The squeeze is on for Prince George’s County residents with the County Council passing increases for income taxes and other fees Tuesday that will add pressure to the county’s slowly diminishing upper-middle class.
Lawmakers hope that an incentive package in the plan, will encourage upper-middle class families to stay, but in the past decade there’s been a steady shift of lower income groups moving into Prince George’s and higher income groups moving out, a Brookings Institution study has found.
Residents were moving out of the county as they climbed the ranks of the middle class, became more mobile and could afford to be farther from the more dangerous Prince George’s streets, the study said.
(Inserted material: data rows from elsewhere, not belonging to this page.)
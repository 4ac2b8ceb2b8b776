package doubt

import "math"

// Propagate is the law of propagation of uncertainty to first order,
//
//	u_c² = Σᵢ Σⱼ cᵢ cⱼ u(xᵢ) u(xⱼ) r(xᵢ, xⱼ)
//
// c being the sensitivities and r the correlations (nil: none). For quantities
// that are linear in their inputs over their doubt; where one is even in an input
// use draws.
// Reference: JCGM 100:2008, equations (10) and (16).
func Propagate(c, u []float64, r func(i, j int) float64) float64 {
	sum := 0.0
	for i := range c {
		sum += c[i] * c[i] * u[i] * u[i]
		if r == nil {
			continue
		}
		for j := 0; j < i; j++ {
			sum += 2 * c[i] * c[j] * u[i] * u[j] * r(i, j)
		}
	}
	return math.Sqrt(math.Max(sum, 0))
}

// EffectiveDOF is the degrees of freedom of a combined uncertainty,
//
//	ν = u_c⁴ / Σ uᵢ⁴/νᵢ
//
// parts being uᵢ(y) = |cᵢ| u(xᵢ) and νᵢ their degrees of freedom, +Inf where
// exact. Returns +Inf where no part has finite ones.
// Reference: Welch and Satterthwaite, JCGM 100:2008, equation (G.2b).
func EffectiveDOF(parts, dof []float64) float64 {
	var sum, below float64
	for i, u := range parts {
		sum += u * u
		if !math.IsInf(dof[i], 1) {
			below += u * u * u * u / dof[i]
		}
	}
	if below == 0 {
		return math.Inf(1)
	}
	return sum * sum / below
}

// NormalQuantile is the z below which a standard normal variable stays with
// probability p, 0 < p < 1.
func NormalQuantile(p float64) float64 { return math.Sqrt2 * math.Erfinv(2*p-1) }

// StudentOfNormal turns a standard normal deviate z into the deviate of Student's
// t with ν degrees of freedom at the same probability, by the expansion of Fisher
// and Cornish to the fourth order in 1/ν,
//
//	t = z + g₁/ν + g₂/ν² + g₃/ν³ + g₄/ν⁴
//
// For ν ≥ 9, all that Pool makes, it is within 0.002 of exact up to |z| = 3 and
// within 0.02 up to |z| = 4. ν = 0 stands for no end of them: t = z.
// Reference: Abramowitz and Stegun 26.7.5.
func StudentOfNormal(z, dof float64) float64 {
	if dof == 0 {
		return z
	}
	z2 := z * z
	g1 := z * (z2 + 1) / 4
	g2 := z * ((5*z2+16)*z2 + 3) / 96
	g3 := z * (((3*z2+19)*z2+17)*z2 - 15) / 384
	g4 := z * ((((79*z2+776)*z2+1482)*z2-1920)*z2 - 945) / 92160
	return z + (g1+(g2+(g3+g4/dof)/dof)/dof)/dof
}
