package doubt_test

import (
	"fmt"
	"math"
	"testing"

	"gonum.org/v1/gonum/stat/distuv"

	"crossplumb/calc/doubt"
)

// TestEndGauge reworks JCGM 100:2008 annex H.1 from its published inputs: l =
// 50.000 838 mm, u_c = 32 nm, ν_eff = 16, k = 2.92, U₉₉ = 93 nm.
func TestEndGauge(t *testing.T) {
	const (
		ls     = 50.000623e6 // nm
		d      = 215.0       // nm, mean of five
		alpha  = 11.5e-6     // per °C
		theta  = -0.1        // °C, mean deviation of the bed
		uAlpha = 1.2e-6      // here of no effect to first order: its sensitivity is zero
	)
	uD := doubt.Propagate([]float64{1, 1, 1}, []float64{5.8, 3.9, 6.7}, nil) // 13 nm pooled over 5, C.M.C. random, systematic
	if math.Abs(uD-9.7) > 0.05 {
		t.Errorf("u(d) = %.2f nm, published 9.7", uD)
	}
	if dof := doubt.EffectiveDOF([]float64{5.8, 3.9, 6.7}, []float64{24, 5, 8}); math.Abs(dof-25.6) > 0.2 {
		t.Errorf("ν(d) = %.2f, published 25.6 from unrounded parts", dof)
	}
	c := []float64{1, 1, 0, -ls * theta, -ls * alpha}
	u := []float64{25, uD, uAlpha, 0.58e-6, 0.029}
	uc := doubt.Propagate(c, u, nil)
	if math.Abs(uc-32) > 0.5 {
		t.Errorf("u_c = %.2f nm, published 32", uc)
	}
	parts := make([]float64, len(c))
	for i := range c {
		parts[i] = math.Abs(c[i] * u[i])
	}
	// published parts: 25, 9.7, 0, 2.9, 16.6 nm
	for i, want := range []float64{25, 9.7, 0, 2.9, 16.6} {
		if math.Abs(parts[i]-want) > 0.1 {
			t.Errorf("part %d: %.2f nm, published %.1f", i, parts[i], want)
		}
	}
	dof := doubt.EffectiveDOF(parts, []float64{18, 25.6, math.Inf(1), 50, 2})
	if math.Floor(dof) != 16 {
		t.Errorf("ν_eff = %.2f, published 16 (from 16.7)", dof)
	}
	k := doubt.StudentOfNormal(doubt.NormalQuantile(0.995), math.Floor(dof))
	if math.Abs(k-2.92) > 0.005 {
		t.Errorf("k₉₉ = %.4f, published 2.92", k)
	}
	if got := math.Round(k * 32); got != 93 {
		t.Errorf("U₉₉ = %g nm, published 93", got)
	}
	if l := (ls + d) / 1e6; math.Abs(l-50.000838) > 5e-7 {
		t.Errorf("l = %.6f mm", l)
	}
	// H.1.7: with the second-order terms of δα and θ, and of α_S and δθ, u_c is 34 nm.
	second := doubt.Propagate([]float64{1, 1, 1}, []float64{uc, ls * 0.58e-6 * 0.41, ls * uAlpha * 0.029}, nil)
	if math.Abs(second-34) > 0.5 {
		t.Errorf("u_c with second-order terms = %.2f nm, published 34", second)
	}
}

// TestResistanceAndReactance reworks JCGM 100:2008 annex H.2: five simultaneous
// observations of V, I and φ, their correlations, and R, X, Z from them.
func TestResistanceAndReactance(t *testing.T) {
	data := [3][5]float64{
		{5.007, 4.994, 5.005, 4.990, 4.999},      // V/V
		{19.663, 19.639, 19.640, 19.685, 19.678}, // I/mA
		{1.0456, 1.0438, 1.0468, 1.0428, 1.0433}, // φ/rad
	}
	var mean, u [3]float64
	var r [3][3]float64
	for a := range data {
		for _, x := range data[a] {
			mean[a] += x / 5
		}
	}
	cov := func(a, b int) float64 {
		s := 0.0
		for i := range 5 {
			s += (data[a][i] - mean[a]) * (data[b][i] - mean[b])
		}
		return s / (5 * 4) // of the means
	}
	for a := range data {
		u[a] = math.Sqrt(cov(a, a))
	}
	for a := range data {
		for b := range data {
			r[a][b] = cov(a, b) / (u[a] * u[b])
		}
	}
	close := func(what string, got, want, half float64) {
		t.Helper()
		if math.Abs(got-want) > half {
			t.Errorf("%s = %.6f, published %g", what, got, want)
		}
	}
	// table H.2
	close("u(V)", u[0], 0.0032, 5e-5)
	close("u(I)", u[1], 0.0095, 5e-5)
	close("u(φ)", u[2], 0.00075, 5e-6)
	close("r(V,I)", r[0][1], -0.36, 0.005)
	close("r(V,φ)", r[0][2], 0.86, 0.005)
	close("r(I,φ)", r[1][2], -0.65, 0.005)
	v, i, phi := mean[0], mean[1]/1000, mean[2]
	uu := []float64{u[0], u[1] / 1000, u[2]}
	sin, cos := math.Sincos(phi)
	sens := map[string][]float64{
		"R": {cos / i, -v * cos / (i * i), -v * sin / i},
		"X": {sin / i, -v * sin / (i * i), v * cos / i},
		"Z": {1 / i, -v / (i * i), 0},
	}
	rr := func(a, b int) float64 { return r[a][b] }
	// table H.4, first approach
	close("R", v/i*cos, 127.732, 5e-4)
	close("X", v/i*sin, 219.847, 5e-4)
	close("Z", v/i, 254.260, 5e-4)
	close("u(R)", doubt.Propagate(sens["R"], uu, rr), 0.071, 5e-4)
	close("u(X)", doubt.Propagate(sens["X"], uu, rr), 0.295, 1e-3) // unrounded it is 0.2956
	close("u(Z)", doubt.Propagate(sens["Z"], uu, rr), 0.236, 5e-4)
}

func TestStudentOfNormalAgainstExactQuantiles(t *testing.T) {
	for _, dof := range []float64{9, 10, 16, 30} {
		exact := distuv.StudentsT{Mu: 0, Sigma: 1, Nu: dof}
		for z := -4.0; z <= 4; z += 0.1 {
			want := exact.Quantile(distuv.UnitNormal.CDF(z))
			limit := 0.002
			if math.Abs(z) > 3 {
				limit = 0.02
			}
			if got := doubt.StudentOfNormal(z, dof); math.Abs(got-want) > limit {
				t.Errorf("ν=%g z=%.1f: %.5f, exact %.5f", dof, z, got, want)
			}
		}
	}
	if doubt.StudentOfNormal(1.7, 0) != 1.7 {
		t.Error("without degrees of freedom the deviate is the normal one")
	}
}

func reading(value, u float64, source string, share float64) doubt.Reading {
	return doubt.Reading{Value: value, U: u, Source: source, Share: share}
}

func TestPooling(t *testing.T) {
	one := doubt.Pool([]doubt.Reading{reading(6.2, 0.3, "level 3", 0.5)})
	if math.Abs(one.U()-0.3) > 1e-15 || one.DOF != 0 || one.Value != 6.2 {
		t.Errorf("a single reading keeps what it states: %+v, u %g", one, one.U())
	}
	var many []doubt.Reading
	for range 100 {
		many = append(many, reading(6.2, 0.3, "level 3", 0.5))
	}
	e := doubt.Pool(many)
	if u, floor := e.U(), 0.3*math.Sqrt(0.5); u < floor {
		t.Errorf("a hundred readings by one level: u %g below its bias %g", u, floor)
	}
	// two instruments: the biases average, the weights go by 1/u²
	e = doubt.Pool([]doubt.Reading{reading(1, 0.1, "a", 1), reading(2, 0.2, "b", 1)})
	if math.Abs(e.Value-1.2) > 1e-12 || math.Abs(e.U()-math.Hypot(0.8*0.1, 0.2*0.2)) > 1e-12 {
		t.Errorf("pool of two instruments: %+v, u %g", e, e.U())
	}
}

// TestFewRepeatsDoNotLowerTheDoubt: three readings that happen to agree exactly
// must not claim to be better than three stated ones; disagreeing ones raise it.
func TestFewRepeatsDoNotLowerTheDoubt(t *testing.T) {
	agree := doubt.Pool([]doubt.Reading{reading(1, 0.3, "l", 0), reading(1, 0.3, "l", 0), reading(1, 0.3, "l", 0)})
	if agree.Random < 0.3/math.Sqrt(3)-1e-15 {
		t.Errorf("three agreeing readings: random part %g below the stated %g", agree.Random, 0.3/math.Sqrt(3))
	}
	differ := doubt.Pool([]doubt.Reading{reading(0, 0.3, "l", 0), reading(2, 0.3, "l", 0)})
	if want := 0.3 / math.Sqrt2 * math.Sqrt((8+2*(1/0.3)*(1/0.3))/9); math.Abs(differ.Random-want) > 1e-12 {
		t.Errorf("two readings 2 apart: %g, want %g", differ.Random, want)
	}
	var agreeing []doubt.Reading
	for range 4 {
		agreeing = append(agreeing, reading(1, 0.3, "l", 0))
	}
	if four := doubt.Pool(agreeing); four.Random >= 0.15 || four.DOF != 11 {
		t.Errorf("from four readings on their scatter counts: %+v", four)
	}
}

// TestDrawsFillTheSpace: means, variances and products of the deviates, which are
// known exactly, for every pair of variables.
func TestDrawsFillTheSpace(t *testing.T) {
	const dims = 60
	d := doubt.NewDraws(1, dims)
	worst := 0.0
	for a := range dims {
		var mean, square float64
		for i := range d.N {
			z := d.At(i)[a]
			mean += z / float64(d.N)
			square += z * z / float64(d.N)
		}
		if math.Abs(mean) > 1e-9 || math.Abs(square-1) > 2e-3 {
			t.Errorf("variable %d: mean %g, variance %g", a, mean, square)
		}
		for b := range a {
			r := 0.0
			for i := range d.N {
				r += d.At(i)[a] * d.At(i)[b] / float64(d.N)
			}
			worst = math.Max(worst, math.Abs(r))
		}
	}
	// as plain random draws would leave, 3.5/√2048 = 0.08, in the worst of 1770 pairs
	if worst > 0.085 {
		t.Errorf("two variables move together: correlation %.3f", worst)
	}
}

// TestProbabilityByDraws: the share of draws in which a known statement holds,
// against its exact probability.
func TestProbabilityByDraws(t *testing.T) {
	d := doubt.NewDraws(1, 48)
	share := func(holds func(z []float64) bool) float64 {
		n := 0
		for i := range d.N {
			if holds(d.At(i)) {
				n++
			}
		}
		return float64(n) / float64(d.N)
	}
	sum := func(z []float64, from, to int) float64 {
		s := 0.0
		for i := from; i < to; i++ {
			s += z[i]
		}
		return s / math.Sqrt(float64(to-from))
	}
	for _, row := range []struct {
		name  string
		holds func([]float64) bool
		want  float64
	}{
		{"one variable", func(z []float64) bool { return z[7] <= 1.6448536 }, 0.95},
		{"a sum of four", func(z []float64) bool { return sum(z, 0, 4) <= 1.6448536 }, 0.95},
		{"a sum of twenty", func(z []float64) bool { return sum(z, 20, 40) <= 1.6448536 }, 0.95},
		{"two together", func(z []float64) bool { return z[1] <= 1.6448536 && math.Abs(z[9]) <= 1.9599640 }, 0.95 * 0.95},
		{"a circle", func(z []float64) bool { return math.Hypot(z[3], z[12]) <= 2.4477468 }, 0.95},
		{"a ball of six", func(z []float64) bool {
			s := 0.0
			for _, x := range z[10:16] {
				s += x * x
			}
			return s <= 12.5915872 // 95 % of χ² with 6
		}, 0.95},
	} {
		if got := share(row.holds); math.Abs(got-row.want) > 0.004 {
			t.Errorf("%s: %.4f, exact %.4f", row.name, got, row.want)
		} else {
			t.Logf("%s: off by %+.4f", row.name, got-row.want)
		}
	}
}

func TestSummarise(t *testing.T) {
	x := make([]float64, 1000)
	for i := range x {
		x[i] = float64(999 - i)
	}
	s := doubt.Summarise(x)
	if s.Median != 499.5 || math.Abs(s.Low-24.5) > 1e-9 || math.Abs(s.High-974.5) > 1e-9 || math.Abs(s.U-288.819) > 1e-3 {
		t.Errorf("%+v", s)
	}
	s = doubt.Summarise([]float64{1, 2, math.Inf(1)})
	if s.Median != 2 || math.IsInf(s.U, 0) {
		t.Errorf("an infinite draw: %+v", s)
	}
}

// Three readings of one skew by one level, each good to 0.3°.
func ExamplePool() {
	var rs []doubt.Reading
	for _, v := range []float64{6.0, 6.4, 6.2} {
		rs = append(rs, doubt.Reading{Value: v, U: 0.3, Source: "level 3", Share: 0.5})
	}
	e := doubt.Pool(rs)
	fmt.Printf("%.2f° ± %.2f°, of which %.2f° is the level's own\n", e.Value, e.U(), e.Bias[0].U)
	// Output: 6.20° ± 0.25°, of which 0.21° is the level's own
}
With the income tax making a moderate leap from 3.1 percent to 3.2 percent — joining Montgomery County as the only other in Maryland to reach the state maximum — it’s businesses and those with more income who may feel the crunch as the economy continues to struggle around them, the Prince George’s County Chamber of Commerce wrote in a letter to council members.
“Additional taxes may have a negative effect on the business community and should beavoided if possible,” the chamber wrote.
And while some of the minimal increase to the fee charged when property changes hands may add some stress to the home-buying process, the “dedicating of [the fees] to the schools and police means the home-buying public would benefit,” said Michael Graziano, government affairs director for the Prince George’s County Association of Realtors.
That’s why the realty association remained neutral on the subject; unhappy with the fee increase, their concerns were abated by the notion that improved public safety and education would help attract new, possibly more wealthy, buyers, Graziano said.
Meanwhile, he noted, the county’s housing market is still cheaper than its neighbors and the fee is “low enough that it wouldn’t impact the changing demographics,” he said.
County Executive Jack Johnson proposed the increases in March as part of his effort to fill a $112 million budget gap.
He has also frozen hiring for all nonpublic safety positions.